Beyond the ends of the supported line, the spline is extrapolated as a straight line in the end nodes' $z$-axis directions. If the point of closest approach on the spline is within the length of the supported line, the line will feel a reaction force equal to the penetration depth multiplied by the contact stiffness. If however the point of closest approach on the spline is outwith the supported line, then the support cylinder and supported line are not in contact and there is no reaction force.

(To be completely precise, the support cylinder and supported line are deemed to be not in contact if the point of closest approach is beyond either end of the line by a distance of more than one support cylinder radius. If this point is outside the supported line length by less than one support cylinder radius, then the contact force is linearly scaled from zero up to the full value over this distance.)

The supports contact model shares many similarities with the line contact model. The major difference is that the supports contact model applies to contact between rigid support cylinders and supported lines, rather than contact between pairs of lines.

Note: The line contact documentation presents details of a situation in which spline contact load distribution may sometimes cause difficult simulation convergence. The same situation can affect supported lines, so we refer the reader to the line contact modelling page for more information.

Defining support geometry

The support cylinder geometry is defined, with respect to the support, by the support type. The position of the supports is defined using the supports data on the owner's (vessel or 6D buoy) data form, using either the simple or explicit geometry specification method.

Using simple geometry

The simple geometry specification is a quick way to set up a basic stinger model, with the supports positioned along a user-defined support path. The support arrangements that can be modelled using the simple method are limited, because individual support orientations cannot be independently specified and the support positions are restricted to the plane of the support path.

To generate a supports model using the simple geometry method, first a support path must be defined. The path starts at the support path origin (defined with respect to the owner's axes), and is initially in the direction of the support path origin's $x$-axis.

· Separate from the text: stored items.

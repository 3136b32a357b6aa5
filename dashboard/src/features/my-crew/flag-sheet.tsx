import { flagLabels, type FlagWord } from '@hubtack/contracts/lost-fixes/lost-fix.js';
import { useState } from 'react';
import { z } from 'zod';
import { Form } from '../../components/form';
import { NoteField } from '../../components/form-fields';
import { Sheet } from '../../components/sheet';
import { flagWords } from '../../lib/flags';
import { PhotoPicker } from './photo-picker';
import { useTapping } from './use-tapping';
import { WordChoice } from './word-choice';
import './flag-sheet.css';

const said = z.object({
  word: z.enum(flagWords.shape.word.options, 'Choose what you see'),
  note: flagWords.shape.note,
});

interface FlagSheetProps {
  crewId: number;
  roverId: number;
  /** Null: the chief chooses. */
  word: FlagWord | null;
  onClose: () => void;
}

/** What the chief sees, in the own words. Closes as soon as the phone has it; the signal may come later. */
export function FlagSheet({ crewId, roverId, word, onClose }: FlagSheetProps) {
  const { flag } = useTapping(crewId);
  const [photos, setPhotos] = useState<readonly Blob[]>([]);
  return (
    <Sheet title={word === null ? 'We lost the fix' : flagLabels[word]} onClose={onClose}>
      <div className="my-crew-sheet">
        <Form
          schema={said}
          defaults={{ word: word ?? undefined, note: null }}
          button="Tell the office"
          submit={async (body) => {
            await flag({ roverId, ...body }, photos);
            onClose();
          }}
        >
          {word === null && <WordChoice name="word" />}
          <NoteField name="note" label="Note (may be left empty)" />
          <PhotoPicker photos={photos} onChange={setPhotos} />
        </Form>
      </div>
    </Sheet>
  );
}
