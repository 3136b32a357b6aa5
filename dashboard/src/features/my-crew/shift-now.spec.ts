import type { Shift } from '@hubtack/contracts/shifts/shift.js';
import { describe, expect, it } from 'vitest';
import { shiftNow, stepsFrom, type ShiftNow, type WaitingStep } from './shift-now';

const shift = (change: Partial<Shift> = {}): Shift => ({
  id: 1,
  crewId: 1,
  start: 100,
  end: null,
  startedBy: null,
  endedBy: null,
  pauses: [],
  ...change,
});
const lunch = { start: 200, end: null, reason: 'lunch' as const, by: null };
const none = { shifts: [shift({ end: 500 })] };
const running = { shifts: [shift()] };
const paused = { shifts: [shift({ pauses: [lunch] })] };
const step = (step: WaitingStep['step']): WaitingStep => ({ step, at: 300, reason: null });

describe('how the shift stands', () => {
  it.each([
    ['nothing known', undefined, { kind: 'none' }],
    ['finished', none, { kind: 'none' }],
    ['open', running, { kind: 'running', since: 100 }],
    [
      'a pause that has ended',
      { shifts: [shift({ pauses: [{ ...lunch, end: 250 }] })] },
      { kind: 'running', since: 100 },
    ],
    ['a pause that has not', paused, { kind: 'paused', since: 200, reason: 'lunch' }],
    [
      'the second shift of a day counts',
      { shifts: [shift({ end: 500 }), shift({ start: 600 })] },
      { kind: 'running', since: 600 },
    ],
  ])('%s', (_, day, expected) => {
    expect(shiftNow(day, [])).toEqual(expected);
  });

  const days = { none, running, paused };
  it.each<[keyof typeof days, WaitingStep['step'], ShiftNow['kind']]>([
    ['none', 'start', 'running'],
    ['none', 'pause', 'none'],
    ['none', 'resume', 'none'],
    ['none', 'finish', 'none'],
    ['running', 'start', 'running'],
    ['running', 'pause', 'paused'],
    ['running', 'resume', 'running'],
    ['running', 'finish', 'none'],
    ['paused', 'start', 'paused'],
    ['paused', 'pause', 'paused'],
    ['paused', 'resume', 'running'],
    ['paused', 'finish', 'none'],
  ])('%s, and "%s" waits to be sent: %s', (from, waiting, expected) => {
    expect(shiftNow(days[from], [step(waiting)]).kind).toBe(expected);
  });

  it('several that wait count one after another, with their own times', () => {
    const now = shiftNow(none, [step('start'), { step: 'pause', at: 400, reason: 'driving' }]);
    expect(now).toEqual({ kind: 'paused', since: 400, reason: 'driving' });
  });
});

it('every step on offer leads somewhere else', () => {
  const days = { none, running, paused };
  for (const kind of ['none', 'running', 'paused'] as const)
    for (const offered of stepsFrom[kind]) expect(shiftNow(days[kind], [step(offered)]).kind).not.toBe(kind);
});
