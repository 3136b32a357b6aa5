import type { LostFix } from '@hubtack/contracts/lost-fixes/lost-fix.js';

/** The day's, with the open ones of the crew as they stand now, and what they hang under. Newest first. */
export function lostFixesOf(
  ofDay: readonly LostFix[],
  open: readonly LostFix[],
  crewId: number,
): readonly LostFix[] {
  const own = open.filter((lostFix) => lostFix.crewId === crewId);
  const shared = new Set([...ofDay, ...own].map(({ sharedId }) => sharedId));
  const live = open.filter(({ id, crewId: crew }) => crew === crewId || shared.has(id));
  const byId = new Map([...ofDay, ...live].map((lostFix) => [lostFix.id, lostFix]));
  return [...byId.values()].toSorted((a, b) => b.startAt - a.startAt);
}
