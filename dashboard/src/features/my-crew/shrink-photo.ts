import { MAX_PHOTO_BYTES } from '@hubtack/contracts/lost-fixes/lost-fix.js';

/** Enough to see a cable or a tree line; a phone's full picture takes minutes on a weak signal. */
const LONGEST_EDGE_PX = 2560;
const WORTH_SHRINKING_BYTES = 2 * 1024 * 1024;
const SERVER_TAKES = ['image/jpeg', 'image/png', 'image/webp'];

/** A picture as it is sent: as it came when that is small enough, else smaller and as JPEG. Throws words for the person. */
export async function shrinkPhoto(file: File): Promise<Blob> {
  const picture = await createImageBitmap(file).catch((cause: unknown) => {
    throw new Error(`“${file.name}” cannot be read as a picture. Choose a JPEG, PNG or WebP.`, { cause });
  });
  try {
    const { width, height } = picture;
    const scale = Math.min(1, LONGEST_EDGE_PX / Math.max(width, height));
    if (scale === 1 && file.size <= WORTH_SHRINKING_BYTES && SERVER_TAKES.includes(file.type)) return file;
    const canvas = document.createElement('canvas');
    canvas.width = Math.max(1, Math.round(width * scale));
    canvas.height = Math.max(1, Math.round(height * scale));
    canvas.getContext('2d')?.drawImage(picture, 0, 0, canvas.width, canvas.height);
    const smaller = await new Promise<Blob | null>((resolve) => {
      canvas.toBlob(resolve, 'image/jpeg', 0.85);
    });
    if (!smaller || smaller.size > MAX_PHOTO_BYTES)
      throw new Error(`“${file.name}” is too large for this phone to make smaller. Choose another.`);
    return smaller;
  } finally {
    picture.close();
  }
}
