import { useEffect } from 'react';
import { Empty, Failed, Loading } from '../../components/query-states';
import { clockTime } from '../../lib/format';
import { crewDayPath } from '../../lib/my-crew';
import { setUpStartPath } from '../../lib/set-up';
import { useMe } from '../../lib/session';
import { useTaps } from '../../offline/use-taps';
import { worker } from '../../offline/worker';
import { AdviceList } from './advice-list';
import { DayRibbons } from './day-ribbons';
import { LostFixList } from './lost-fix-list';
import { NewVersion } from './new-version';
import { RoverPanel } from './rover-panel';
import { ShiftButtons } from './shift-buttons';
import { ShiftLine } from './shift-line';
import { shiftNow } from './shift-now';
import { TapList } from './tap-list';
import { useLostFixes } from './use-lost-fixes';
import { useMyCrew } from './use-my-crew';
import { useTapAnswers } from './use-tapping';
import { waitingSteps } from './waiting-steps';
import './my-crew.css';

/** The chief's page: how the fix stands, one button to say that it does not, what the office answered, and the shift. */
export default function MyCrewPage() {
  const { crewId } = useMe();
  if (crewId === null)
    return (
      <Empty title="You have no crew">
        This page is for the chief of a crew. The office gives you one under Users.
      </Empty>
    );
  return <MyCrew crewId={crewId} />;
}

function MyCrew({ crewId }: { crewId: number }) {
  const { timeZone, userId } = useMe();
  const crew = useMyCrew(crewId);
  const { now, day, rovers, hasNoSignal, asOf } = crew;
  const own = useTaps(userId);
  const lostFixes = useLostFixes(day, crewId);
  useTapAnswers(crewId);
  const setUpPaths = rovers.map(({ id }) => setUpStartPath(id)).join(' ');
  useEffect(
    () =>
      worker.keep([
        '/api/auth/me',
        crewDayPath(crewId),
        ...setUpPaths.split(' ').filter((path) => path !== ''),
      ]),
    [crewId, setUpPaths],
  );
  const shift = shiftNow(day, waitingSteps(own.waiting));

  if (crew.isLoading) return <Loading what="your crew" />;
  return (
    <div className="my-crew">
      <NewVersion />
      <header className="my-crew-head">
        <h1>{crew.name === 'My crew' ? crew.name : `Crew ${crew.name}`}</h1>
        <span>{crew.siteName}</span>
      </header>
      <p className="my-crew-signal" role="status" data-shown={hasNoSignal}>
        {hasNoSignal && (asOf === null ? 'No signal.' : `As of ${clockTime(asOf, timeZone)}, no signal.`)}
      </p>
      {crew.error && <Failed error={crew.error} retry={() => void crew.refetch()} />}
      <div className="my-crew-columns">
        <section aria-label="Now">
          {rovers.map((rover) => (
            <RoverPanel
              key={rover.id}
              rover={rover}
              now={now}
              crewId={crewId}
              isAlone={rovers.length === 1}
            />
          ))}
          {rovers.length === 0 && !crew.error && (
            <Empty title="Your crew has no rover today">The office assigns one.</Empty>
          )}
          <TapList {...own} zone={timeZone} />
          <AdviceList lostFixes={lostFixes} zone={timeZone} />
          <ShiftLine shift={shift} day={day} zone={timeZone} />
          <ShiftButtons crewId={crewId} shift={shift} />
        </section>
        <section aria-label="Today">
          {day && <DayRibbons day={day} now={asOf ?? now} zone={timeZone} />}
          <LostFixList lostFixes={lostFixes} now={asOf ?? now} zone={timeZone} />
        </section>
      </div>
      <p className="caution">
        Fixed is the receiver’s own claim: check into known control. Quiet does not mean safe; lone-work and
        traffic rules of the place come first.
      </p>
    </div>
  );
}
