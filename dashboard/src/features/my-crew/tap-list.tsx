import { Button } from '@fluentui/react-components';
import { Link } from 'react-router-dom';
import { clockTime } from '../../lib/format';
import type { Tap } from '../../offline/tap';
import { taps } from '../../offline/taps';

interface TapListProps {
  waiting: readonly Tap[];
  refused: readonly Tap[];
  needsSignIn: boolean;
  zone: string;
}

/** What was tapped and has not arrived: it waits, or it was refused and says why. */
export function TapList({ waiting, refused, needsSignIn, zone }: TapListProps) {
  return (
    <div className="tap-list" aria-live="polite">
      {waiting.length > 0 && (
        <div className="tap-list-block">
          <h2>Waiting to be sent</h2>
          <ul>
            {waiting.map(({ id, words, at }) => (
              <li key={id}>
                <span>{words}</span>
                <time dateTime={new Date(at).toISOString()}>{clockTime(at, zone)}</time>
              </li>
            ))}
          </ul>
          {needsSignIn && (
            <p>
              <Link to="/sign-in">Sign in</Link> and they are sent.
            </p>
          )}
        </div>
      )}
      {refused.length > 0 && (
        <div className="tap-list-block" data-refused>
          <h2>Was refused</h2>
          <ul>
            {refused.map(({ id, words, at, refusal }) => (
              <li key={id}>
                <span>
                  {words}, {clockTime(at, zone)}
                  <br />
                  {refusal}
                </span>
                <Button onClick={() => void taps.dismiss(id)} aria-label={`Dismiss: ${words}`}>
                  Dismiss
                </Button>
              </li>
            ))}
          </ul>
        </div>
      )}
    </div>
  );
}
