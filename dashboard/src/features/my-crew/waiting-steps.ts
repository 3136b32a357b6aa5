import { shiftStep, shiftStepBody } from '@hubtack/contracts/shifts/shift.js';
import type { Tap } from '../../offline/tap';
import type { WaitingStep } from './shift-now';

/** Steps of the shift among what waits to be sent, read back from what will be sent. */
export const waitingSteps = (waiting: readonly Tap[]): WaitingStep[] =>
  waiting.flatMap(({ kind, url, body, at }) => {
    const step = shiftStep.safeParse(url.split('/').at(-1));
    if (kind !== 'shift' || !step.success) return [];
    return [{ step: step.data, at, reason: shiftStepBody.safeParse(body).data?.reason ?? null }];
  });
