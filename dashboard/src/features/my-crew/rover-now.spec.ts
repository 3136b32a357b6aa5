import { describe, expect, it } from 'vitest';
import { makeLane } from '../../testing/make-lane';
import { fromLane, fromSpans } from './rover-now';

const lane = makeLane({ state: 'fixed', since: 500_000, heldUntil: 1_010_000 });

describe('a rover by the board', () => {
  it('is as it is now', () => {
    expect(fromLane(lane, 1_005_000, null)).toMatchObject({ state: 'fixed', since: 500_000, asOf: null });
  });
  it('goes quiet by the clock while the stream is there', () => {
    expect(fromLane(lane, 1_600_000, null)).toMatchObject({ state: 'silent', since: 1_010_000 });
  });
  it('does not go quiet because the phone lost its signal: it stays as last known, with the time', () => {
    expect(fromLane(lane, 1_600_000, 1_006_000)).toMatchObject({ state: 'fixed', asOf: 1_006_000 });
  });
});

describe('a rover by its day alone', () => {
  const spans = [
    { state: 'fixed' as const, start: 0, end: 900_000 },
    { state: 'float' as const, start: 900_000, end: 1_000_000 },
  ];
  const rover = { id: 1, label: 'R-01', spans };
  it('is in its newest span when that reaches to the answer', () => {
    expect(fromSpans(rover, 1_000_900)).toMatchObject({ state: 'float', since: 900_000, asOf: 1_000_900 });
  });
  it('is quiet since its newest span ended', () => {
    expect(fromSpans(rover, 1_060_000)).toMatchObject({ state: 'silent', since: 1_000_000 });
  });
  it('was never heard today', () => {
    expect(fromSpans({ ...rover, spans: [] }, 1_060_000)).toMatchObject({ state: 'silent', since: null });
  });
});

The continuation of the support path is defined by the support path sections table. Each row of the table defines a section of the support path by its length and bend radius. These sections are added to the path, starting from the support path origin, in the order they are given in the table. The support path $x$ and $z$ directions, initially aligned with the support path origin axes, track with the path curvature.

Having defined the supports path, the supports themselves are placed along it according to the supports table, which defines their arc length along the path and their z offset from it in the path $z$ direction. For the purposes of reporting results, supports are referred to by their number in the supports table.

Figure: Support placement using the simple geometry specification.

Using explicit geometry

The explicit geometry specification gives you full control over the positions and orientations of individual supports. These are defined with respect to user-defined coordinate systems for complete flexibility: multiple supports can be associated with a single coordinate system, allowing for simple grouping of supports into frames which may then be moved or rotated en bloc.

User-defined coordinate systems are specified with respect to the owner's axes in the coordinate system table. Supports are then added to the support coordinates table, each of which nominates one of these coordinate systems and defines the support position and orientation with respect to this coordinate system.

Figure: Support placement using the explicit geometry specification.